I'm looking for specifics on tools and workflows you might use.<p>I currently use Evernote to maintain my todos and tasks in a somewhat GTD way (I basically did this when it was on HN before http://ruudhein.com/evernote-gtd).<p>The problem is that I have two email solutions (gmail for personal and Outlook for work) and a lot of the emails I get become tasks.  I want to keep the context of the email, so ideally I want a way to keep the whole thread, including updates.<p>For gmail I can copy/paste a link to the thread.  I haven't found a good solution for Outlook yet (it should be noted that I can use any imap solution, so using another client is an option).<p>So, HN, how do you unify your email and tasks?
======
LocalPCGuy
I use a combination of ActiveInbox (<http://www.activeinboxhq.com/>) and the
Multiple Inbox labs in GMail. I have 5 "multiple inbox" inboxes. I mark emails
with a GTD style label that ActiveInbox creates (S/Action, S/Waiting On
mostly) and have an inbox that only shows those. Those are my main tasks.

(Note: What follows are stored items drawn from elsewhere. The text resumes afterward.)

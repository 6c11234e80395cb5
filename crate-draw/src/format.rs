//! Number formats of every drawing and text (`significant`, `four_digits`, `grouped`,
//! `decade_label`), 1-2-5 rounding (`round_length`, `tick_step`) and XML escaping for the SVG.
//! The page formats no number itself: it shows these strings.

/// The round length (1, 2 or 5 times a power of ten) nearest to `target` on a log scale.
pub fn round_length(target: f64) -> f64 {
    if !target.is_finite() || target <= 0.0 {
        return 1.0;
    }
    let decade = libm::pow(10.0, libm::floor(libm::log10(target)));
    let mut best = decade;
    for factor in [1.0, 2.0, 5.0, 10.0] {
        let candidate = factor * decade;
        if libm::fabs(libm::log(candidate / target)) < libm::fabs(libm::log(best / target)) {
            best = candidate;
        }
    }
    if best.is_finite() && best > 0.0 {
        best
    } else {
        1.0
    }
}

/// `value`, or 0 when it is not finite.
pub fn finite_or_zero(value: f64) -> f64 {
    if value.is_finite() {
        value
    } else {
        0.0
    }
}

/// A number with 6 significant digits, without exponent or trailing zeros; non-finite gives 0.
pub fn significant(value: f64) -> String {
    significant_digits(value, 6)
}

/// A number with `digits` significant digits (whole numbers keep all theirs), without exponent
/// or trailing zeros; non-finite gives 0.
pub fn significant_digits(value: f64, digits: u32) -> String {
    if !value.is_finite() || value == 0.0 {
        return "0".to_string();
    }
    let magnitude = libm::floor(libm::log10(libm::fabs(value)));
    let decimals = (f64::from(digits) - 1.0 - magnitude).clamp(0.0, 20.0) as usize;
    fixed(value, decimals)
}

/// A number with a fixed number of decimals, trailing zeros removed; non-finite gives 0.
pub fn fixed(value: f64, decimals: usize) -> String {
    if !value.is_finite() {
        return "0".to_string();
    }
    let mut text = format!("{value:.decimals$}");
    if text.contains('.') {
        while text.ends_with('0') {
            text.pop();
        }
        if text.ends_with('.') {
            text.pop();
        }
    }
    if text == "-0" {
        text = "0".to_string();
    }
    text
}

/// Escapes text content: the five XML special characters, carriage returns (which XML would
/// otherwise fold into line feeds), and characters XML 1.0 forbids (replaced by U+FFFD).
pub fn escape_text(text: &str) -> String {
    escape(text, false)
}

/// Escapes an attribute value: as `escape_text`, and also tabs and line feeds, which XML
/// would otherwise turn into spaces.
pub fn escape_attribute(text: &str) -> String {
    escape(text, true)
}

/// Escapes text (`attribute` false) or an attribute value (`attribute` true); see
/// `escape_text` and `escape_attribute`.
pub fn escape(text: &str, attribute: bool) -> String {
    let mut escaped = String::with_capacity(text.len());
    for character in text.chars() {
        match character {
            '&' => escaped.push_str("&amp;"),
            '<' => escaped.push_str("&lt;"),
            '>' => escaped.push_str("&gt;"),
            '"' => escaped.push_str("&quot;"),
            '\'' => escaped.push_str("&apos;"),
            '\r' => escaped.push_str("&#13;"),
            '\n' if attribute => escaped.push_str("&#10;"),
            '\t' if attribute => escaped.push_str("&#9;"),
            '\n' | '\t' => escaped.push(character),
            '\u{0}'..='\u{1f}' | '\u{fffe}' | '\u{ffff}' => escaped.push('\u{fffd}'),
            _ => escaped.push(character),
        }
    }
    escaped
}

/// Up to four significant digits without trailing zeros; outside 0.001 .. 100000 in exponent
/// form with three significant digits (`1.23e5`, `4.5e-4`). Non-finite values give "n/a".
/// Used for the probe's readings and the screen's scale bar.
pub fn four_digits(value: f64) -> String {
    if !value.is_finite() {
        return "n/a".to_string();
    }
    if value == 0.0 {
        return "0".to_string();
    }
    let magnitude = libm::fabs(value);
    if !(1e-3..1e5).contains(&magnitude) {
        let text = format!("{value:.2e}");
        // `1.20e5` -> `1.2e5`: trailing zeros of the mantissa go too.
        let (mantissa, exponent) = text.split_once('e').unwrap_or((&text, "0"));
        let mut mantissa = mantissa.to_string();
        if mantissa.contains('.') {
            while mantissa.ends_with('0') {
                mantissa.pop();
            }
            if mantissa.ends_with('.') {
                mantissa.pop();
            }
        }
        return format!("{mantissa}e{exponent}");
    }
    significant_digits_all(value, 4)
}

/// `digits` significant digits, also for whole numbers (12345 -> 12350 with 4), trailing zeros
/// after the point removed.
fn significant_digits_all(value: f64, digits: u32) -> String {
    let magnitude = libm::floor(libm::log10(libm::fabs(value)));
    let places = f64::from(digits) - 1.0 - magnitude;
    if places >= 0.0 {
        return fixed(value, places.min(20.0) as usize);
    }
    let unit = libm::pow(10.0, -places);
    fixed(libm::round(value / unit) * unit, 0)
}

/// A whole number with a comma between groups of three digits (`12,345`), as English text
/// writes counts.
// `is_multiple_of` needs Rust 1.87; the workspace's rust-version is 1.80.
#[allow(clippy::manual_is_multiple_of)]
pub fn grouped(value: u64) -> String {
    let digits = value.to_string();
    let mut text = String::with_capacity(digits.len() + digits.len() / 3);
    for (index, digit) in digits.chars().enumerate() {
        if index > 0 && (digits.len() - index) % 3 == 0 {
            text.push(',');
        }
        text.push(digit);
    }
    text
}

/// The label of the power of ten `10^exponent` on a log axis: plain digits from 0.001 to
/// 10000 (`0.01`, `1`, `1000`), superscript form beyond (`10⁵`, `10⁻⁴`).
pub fn decade_label(exponent: i32) -> String {
    match exponent {
        0..=4 => 10u64.pow(exponent as u32).to_string(),
        -3..=-1 => format!("0.{}1", "0".repeat((-exponent - 1) as usize)),
        _ => {
            let superscript: String = exponent
                .to_string()
                .chars()
                .map(|character| match character {
                    '-' => '\u{207b}',
                    '0' => '\u{2070}',
                    '1' => '\u{b9}',
                    '2' => '\u{b2}',
                    '3' => '\u{b3}',
                    digit => {
                        char::from_u32(0x2070 + digit.to_digit(10).unwrap_or(0)).unwrap_or(digit)
                    }
                })
                .collect();
            format!("10{superscript}")
        }
    }
}

/// An axis step of 1, 2 or 5 times a power of ten (at least 1, for counts) giving at most about
/// `intervals` intervals from 0 to `max`: the smallest such step at least `max / intervals`.
pub fn tick_step(max: f64, intervals: u32) -> f64 {
    if max.is_nan() || max <= 0.0 || !max.is_finite() || intervals == 0 {
        return 1.0;
    }
    let raw = max / f64::from(intervals);
    let decade = libm::pow(10.0, libm::floor(libm::log10(raw)));
    let step = [1.0, 2.0, 5.0, 10.0]
        .iter()
        .map(|factor| factor * decade)
        .find(|&step| step >= raw)
        .unwrap_or(10.0 * decade);
    step.max(1.0)
}

#[cfg(test)]
mod tests {
    use super::*;

    #[test]
    fn numbers_are_compact() {
        assert_eq!(significant(0.0), "0");
        assert_eq!(significant(1.0), "1");
        assert_eq!(significant(0.123_456_789), "0.123457");
        assert_eq!(significant(-2.5e-7), "-0.00000025");
        assert_eq!(significant(f64::NAN), "0");
        assert_eq!(fixed(-0.000_01, 3), "0");
        assert_eq!(significant_digits(26_959.2, 3), "26959");
        assert_eq!(significant_digits(1.4175, 3), "1.42");
    }

    #[test]
    fn four_digits_rounds_and_switches_to_exponents() {
        assert_eq!(four_digits(0.0), "0");
        assert_eq!(four_digits(1.0), "1");
        assert_eq!(four_digits(0.123_456), "0.1235");
        assert_eq!(four_digits(12_345.0), "12350");
        assert_eq!(four_digits(2.5), "2.5");
        assert_eq!(four_digits(123_456.0), "1.23e5");
        assert_eq!(four_digits(120_000.0), "1.2e5");
        assert_eq!(four_digits(0.000_45), "4.5e-4");
        assert_eq!(four_digits(f64::INFINITY), "n/a");
    }

    #[test]
    fn counts_are_grouped_by_thousands() {
        assert_eq!(grouped(0), "0");
        assert_eq!(grouped(999), "999");
        assert_eq!(grouped(1000), "1,000");
        assert_eq!(grouped(1_234_567), "1,234,567");
    }

    #[test]
    fn decades_are_labelled() {
        assert_eq!(decade_label(0), "1");
        assert_eq!(decade_label(3), "1000");
        assert_eq!(decade_label(-2), "0.01");
        assert_eq!(decade_label(5), "10\u{2075}");
        assert_eq!(decade_label(-4), "10\u{207b}\u{2074}");
    }

    #[test]
    fn tick_steps_are_one_two_five() {
        assert_eq!(tick_step(17.0, 4), 5.0);
        assert_eq!(tick_step(3.0, 4), 1.0);
        assert_eq!(tick_step(900.0, 4), 500.0);
        assert_eq!(tick_step(0.0, 4), 1.0);
    }

    #[test]
    fn round_lengths() {
        assert_eq!(round_length(0.9), 1.0);
        assert_eq!(round_length(3.5), 5.0);
        assert_eq!(round_length(2.9), 2.0);
        assert_eq!(round_length(170.0), 200.0);
        assert_eq!(round_length(0.0), 1.0);
    }

    #[test]
    fn escapes_all_five() {
        assert_eq!(escape_text("a<b>&\"c'"), "a&lt;b&gt;&amp;&quot;c&apos;");
        assert_eq!(escape_attribute("x\ny"), "x&#10;y");
        assert_eq!(escape_text("\u{7}"), "\u{fffd}");
    }
}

I also have an inbox for starred emails, which are longer term project or
information rich emails I want handy. My "top" inbox is unread inbox emails
and round it out with drafts and the standard email inbox at the bottom of the
page.

------
yogo
There are tools that support email integration. In PostFrenzy
(<http://postfrenzy.com>), for example, you can take an email and forward it
to the workspace you would like it to be placed in (the email address for a
workspace can be seen at the top under its description). If you are looking to
convert an email into a task you can click forward, enter the workspace's
email address, edit the message (if necessary), then click send. If your
workspace is already open in another tab in your browser it will automatically
appear at the top of the list.

------
cianclarke
I use a combination of Google's priority inbox and the 'mark as unread'
feature. Anything marked as unread is a TODO. Woeful, I know - and it really
doesn't work, but it's stuck..!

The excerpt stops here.